The inventors have found that in order to accurately identify the direction of a sound source, the frequency range used to identify the position of the sound source is preferably 1 kHz or less, and particularly preferably 3 kHz or less. As mentioned above, if the frequency range is 1 kHz or less, at least the two frequency components of the fundamental frequency and the first formant frequency are included, and if the range is further expanded to a frequency range of 3 kHz or less, the fundamental frequency and the first formant frequency are included. This is because three frequency components, the formant frequency and the second formant frequency, are included. Furthermore, the sound source can be identified with high accuracy without using a frequency higher than 3 kHz.
As mentioned above, to calculate the phase difference for frequencies below 1 kHz, the distance between the microphones should be 170 mm, and to calculate the phase difference for frequencies below 3 kHz, the distance between the microphones should be 57 mm. . When the distance between the microphones is in the range of 57 mm or more and 170 mm or less, the upper limit of the frequency at which the phase difference can be determined is 1 kHz to 3 kHz. Therefore, if the distance between the microphones is in the range of 57 mm or more and 170 mm or less, at least the fundamental frequency and the first formant frequency can be used to calculate the phase difference. Furthermore, by setting the upper limit of the frequency used to calculate the phase difference to about the second formant frequency, it is possible to improve the accuracy of the phase difference at low frequencies. In this way, the direction of the sound source of human voices can be identified with high accuracy.

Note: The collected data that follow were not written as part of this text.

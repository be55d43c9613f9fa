//! Networks: how fast ohmsheet solves them, side by side in one run.
//!
//!   cargo bench --bench network -- batch [CASES] [REPEATS]
//!       bench/network30.ohm (a 30-node grid) over CASES cases in memory
//!       through the block evaluator on all cores, beside the same network
//!       solved case by case in hand-written Rust with faer (dense LU), on
//!       all cores and on one; bench/network.py times numpy's batched
//!       `np.linalg.solve` on the same cases (bench/network_run.py runs all
//!       of them and prints the ratios).
//!   cargo bench --bench network -- mesh NODES
//!       a generated mesh of NODES nodes: compile the sheet and solve it
//!       once (CPU time), and this process's peak memory.
//!   cargo bench --bench network -- meshes
//!       `mesh` for 1,250 to 6,000 nodes (the mesh has three elements a
//!       node; a network may have 20,000), each in a fresh process.
//!   cargo bench --bench network -- crossover
//!       one solve of a grid network by faer's dense and sparse LU at
//!       sizes around `SPARSE_FROM`.
//!   cargo bench --bench network -- session
//!       a session edit of one element value in a 200-node network: the
//!       median time of `Session::handle` to the redrawn changes.
//!
//! Prints one JSON object per line. Times are medians of the repeats; CPU
//! times are the process's (all threads) or this thread's, so that waiting
//! for a core on a shared machine counts less.

use std::path::Path;
use std::process::Command;
use std::time::{Duration, Instant};

use faer::linalg::solvers::Solve;
use faer::Mat;
use num_complex::Complex64 as C64;
use ohmsheet::engine::block::{Block, LANES};
use ohmsheet::engine::{compile, eval, Engine, Model};
use ohmsheet::network::{solve_by, ElemKind, Given, Method, Net};
use ohmsheet::session::Session;
use ohmsheet::sheet::Sheet;
use rayon::prelude::*;

/// Cases per parallel task.
const CHUNK: usize = 4096;

// ------------------------------------------------------------ the cases

/// Weyl-sequence fractions, the same operations as bench/network.py.
const ALPHA: [f64; 4] = [
    0.6180339887498949,
    0.4142135623730951,
    0.7320508075688772,
    0.2360679774997897,
];

/// Case `i` (0-based): f (Hz), Vs (V), Rload (Ω), Cc (F).
#[inline]
fn case(i: usize) -> [f64; 4] {
    let k = (i + 1) as f64;
    let u = ALPHA.map(|a| {
        let x = k * a;
        x - x.floor()
    });
    [
        50.0 + 450.0 * u[0],
        200.0 + 40.0 * u[1],
        5.0 + 95.0 * u[2],
        1e-6 + 99e-6 * u[3],
    ]
}

// ------------------------------------------------------------ timing

fn cpu_ns(clock: libc::clockid_t) -> f64 {
    let mut t = libc::timespec { tv_sec: 0, tv_nsec: 0 };
    // SAFETY: a valid clock id and a valid pointer.
    let r = unsafe { libc::clock_gettime(clock, &mut t) };
    assert_eq!(r, 0);
    t.tv_sec as f64 * 1e9 + t.tv_nsec as f64
}

fn process_cpu() -> f64 {
    cpu_ns(libc::CLOCK_PROCESS_CPUTIME_ID)
}

fn thread_cpu() -> f64 {
    cpu_ns(libc::CLOCK_THREAD_CPUTIME_ID)
}

fn median(mut v: Vec<f64>) -> f64 {
    v.sort_by(f64::total_cmp);
    v[v.len() / 2]
}

/// Peak resident memory of this process, in KiB.
fn max_rss_kib() -> i64 {
    // SAFETY: getrusage fills the struct.
    let mut u: libc::rusage = unsafe { std::mem::zeroed() };
    unsafe { libc::getrusage(libc::RUSAGE_SELF, &mut u) };
    u.ru_maxrss
}

// ------------------------------------------------------------ (a) batch

struct Compiled {
    model: Model,
    inputs: [u32; 4],
    /// The network's result slots (node voltages first).
    first: u32,
    width: u32,
    nodes: u32,
}

fn load_grid() -> Compiled {
    let path = Path::new(env!("CARGO_MANIFEST_DIR")).join("bench/network30.ohm");
    let sheet = Sheet::load(&path).unwrap_or_else(|_| panic!("cannot read {}", path.display()));
    let model = compile(&sheet);
    assert!(!model.has_errors(), "bench/network30.ohm has errors");
    let slot = |n: &str| model.cell(n).unwrap_or_else(|| panic!("no cell {n}")).slot;
    let inputs = [slot("f"), slot("Vs"), slot("Rload"), slot("Cc")];
    let g = model.cell("grid").expect("the network cell");
    let (first, width) = (g.slot, g.width);
    let nodes = model.program.networks[0].net.nodes.len() as u32 - 1;
    assert_eq!(nodes, 30);
    Compiled {
        model,
        inputs,
        first,
        width,
        nodes,
    }
}

/// The block evaluator over cases lo..hi: every result of the network is
/// read (summed), the node voltages into the checksum.
fn ohmsheet_range(c: &Compiled, b: &mut Block, lo: usize, hi: usize) -> (f64, f64) {
    let prog = &c.model.program;
    let (mut check, mut all) = (0.0, 0.0);
    let mut start = lo;
    while start < hi {
        let n = LANES.min(hi - start);
        for l in 0..n {
            let x = case(start + l);
            for (k, &s) in c.inputs.iter().enumerate() {
                b.set(s, l, C64::new(x[k], 0.0));
            }
        }
        b.run(&prog.code, prog);
        for s in c.first..c.first + c.width {
            let (re, im) = b.lanes(s);
            let t: f64 = re[..n].iter().zip(&im[..n]).map(|(r, i)| r + i).sum();
            if s < c.first + c.nodes {
                check += t;
            }
            all += t;
        }
        start += n;
    }
    (check, all)
}

fn ohmsheet_all(c: &Compiled, n: usize) -> f64 {
    (0..n.div_ceil(CHUNK))
        .into_par_iter()
        .map_init(
            || Block::new(&c.model.program),
            |b, k| ohmsheet_range(c, b, k * CHUNK, ((k + 1) * CHUNK).min(n)).0,
        )
        .sum()
}

/// The same network written by hand: nodal admittance matrix with the
/// source as its Norton equivalent, faer's dense LU case by case, then
/// every element's current and power (as the sheet gives them).
struct Hand {
    y0: Mat<C64>,
    edges: Vec<(usize, usize, C64)>,
    caps: Vec<(usize, f64)>,
    zsrc: C64,
}

const ROWS: usize = 5;
const COLS: usize = 6;
const NODES: usize = ROWS * COLS;
const LOAD_NODE: usize = NODES - 1;
const CAP_NODE: usize = 2 * COLS + 3;

fn hand() -> Hand {
    let mut edges = Vec::new();
    let mut k = 0;
    for r in 0..ROWS {
        for c in 0..COLS {
            for (r2, c2) in [(r, c + 1), (r + 1, c)] {
                if r2 < ROWS && c2 < COLS {
                    let z = C64::new(
                        ((0.2 + 0.1 * (k % 8) as f64) * 10.0).round() / 10.0,
                        ((0.5 + 0.2 * (k % 7) as f64) * 10.0).round() / 10.0,
                    );
                    edges.push((r * COLS + c, r2 * COLS + c2, 1.0 / z));
                    k += 1;
                }
            }
        }
    }
    let caps: Vec<(usize, f64)> = (0..NODES)
        .filter(|&n| n != CAP_NODE)
        .map(|n| (n, (2.0 + 0.5 * (n % 5) as f64) * 1e-6))
        .collect();
    let zsrc = C64::new(0.4, 1.2);
    let mut y0 = Mat::<C64>::zeros(NODES, NODES);
    for &(a, b, y) in &edges {
        y0[(a, a)] += y;
        y0[(b, b)] += y;
        y0[(a, b)] -= y;
        y0[(b, a)] -= y;
    }
    y0[(0, 0)] += 1.0 / zsrc;
    Hand { y0, edges, caps, zsrc }
}

fn hand_case(h: &Hand, i: usize) -> (f64, f64) {
    let [f, vs, rl, cc] = case(i);
    let w = 2.0 * std::f64::consts::PI * f;
    let mut y = h.y0.clone();
    for &(n, c) in &h.caps {
        y[(n, n)] += C64::new(0.0, w * c);
    }
    y[(CAP_NODE, CAP_NODE)] += C64::new(0.0, w * cc);
    y[(LOAD_NODE, LOAD_NODE)] += 1.0 / rl;
    let mut rhs = Mat::<C64>::zeros(NODES, 1);
    rhs[(0, 0)] = vs / h.zsrc;
    let v = y.partial_piv_lu().solve(&rhs);
    let v = |n: usize| v[(n, 0)];
    let mut check = 0.0;
    for n in 0..NODES {
        check += v(n).re + v(n).im;
    }
    let mut all = check;
    let mut absorbed = C64::new(0.0, 0.0);
    for &(a, b, y) in &h.edges {
        let i = (v(a) - v(b)) * y;
        let s = (v(a) - v(b)) * i.conj();
        absorbed += s;
        all += i.re + i.im + s.re + s.im;
    }
    for &(n, c) in &h.caps {
        let i = v(n) * C64::new(0.0, w * c);
        let s = v(n) * i.conj();
        absorbed += s;
        all += i.re + i.im + s.re + s.im;
    }
    let icv = v(CAP_NODE) * C64::new(0.0, w * cc);
    let il = v(LOAD_NODE) / rl;
    let isrc = (vs - v(0)) / h.zsrc;
    let ssrc = v(0) * isrc.conj();
    absorbed += v(CAP_NODE) * icv.conj() + v(LOAD_NODE) * il.conj();
    all += icv.re + il.re + isrc.re + ssrc.re + absorbed.re;
    (check, all)
}

fn hand_all(h: &Hand, n: usize) -> f64 {
    (0..n.div_ceil(CHUNK))
        .into_par_iter()
        .map(|k| {
            (k * CHUNK..((k + 1) * CHUNK).min(n))
                .map(|i| hand_case(h, i).0)
                .sum::<f64>()
        })
        .sum()
}

fn batch(cases: usize, repeats: usize) {
    let c = load_grid();
    let h = hand();
    // The two agree before anything is timed: the scalar evaluator on a
    // few cases against the hand solve (node voltages).
    for i in [0, 1, 17, 999, cases.saturating_sub(1)] {
        let prog = &c.model.program;
        let mut slots = prog.init.clone();
        let x = case(i);
        for (k, &s) in c.inputs.iter().enumerate() {
            slots[s as usize] = C64::new(x[k], 0.0);
        }
        eval::run(&prog.code, prog, &mut slots);
        let ours: f64 = (c.first..c.first + c.nodes)
            .map(|s| slots[s as usize].re + slots[s as usize].im)
            .sum();
        let theirs = hand_case(&h, i).0;
        assert!(
            (ours - theirs).abs() <= 1e-9 * theirs.abs().max(1.0),
            "case {i}: ohmsheet {ours} vs by hand {theirs}"
        );
    }
    let threads = rayon::current_num_threads();
    let run = |name: &str, threads: usize, f: &dyn Fn() -> f64| {
        let (mut wall, mut cpu, mut sum) = (Vec::new(), Vec::new(), 0.0);
        for _ in 0..repeats {
            let (t0, c0) = (Instant::now(), process_cpu());
            sum = f();
            cpu.push((process_cpu() - c0) / cases as f64);
            wall.push(t0.elapsed().as_secs_f64() * 1e9 / cases as f64);
        }
        println!(
            "{{\"part\":\"batch\",\"variant\":\"{name}\",\"threads\":{threads},\"cases\":{cases},\"repeats\":{repeats},\
             \"wall_ns_per_case\":{:.1},\"cpu_ns_per_case\":{:.1},\"checksum\":{sum}}}",
            median(wall),
            median(cpu)
        );
    };
    run("ohmsheet block evaluator", threads, &|| ohmsheet_all(&c, cases));
    run("hand-written Rust, faer dense LU per case", threads, &|| {
        hand_all(&h, cases)
    });
    let one = cases / 10;
    let run1 = |name: &str, f: &dyn Fn() -> f64| {
        let (mut wall, mut cpu) = (Vec::new(), Vec::new());
        for _ in 0..repeats {
            let (t0, c0) = (Instant::now(), thread_cpu());
            std::hint::black_box(f());
            cpu.push((thread_cpu() - c0) / one as f64);
            wall.push(t0.elapsed().as_secs_f64() * 1e9 / one as f64);
        }
        println!(
            "{{\"part\":\"batch\",\"variant\":\"{name}\",\"threads\":1,\"cases\":{one},\"repeats\":{repeats},\
             \"wall_ns_per_case\":{:.1},\"cpu_ns_per_case\":{:.1}}}",
            median(wall),
            median(cpu)
        );
    };
    run1("ohmsheet block evaluator", &|| {
        let mut b = Block::new(&c.model.program);
        ohmsheet_range(&c, &mut b, 0, one).1
    });
    run1("hand-written Rust, faer dense LU per case", &|| {
        (0..one).map(|i| hand_case(&h, i).1).sum()
    });
}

（６）前記特定部は、所定期間において、前記３つのマイクロフォンの各々から出力される電気信号をデジタル値に変換するサンプリング処理と前記、サンプリング処理にて変換されたデジタル値に基づき方向を特定する特定処理と、を繰り返し実行する構成とすると良い。 (6) The identification unit performs sampling processing for converting the electrical signals output from each of the three microphones into digital values during a predetermined period, and identifies the direction based on the digital values converted by the sampling processing. It is preferable to have a configuration in which specific processing is repeatedly executed.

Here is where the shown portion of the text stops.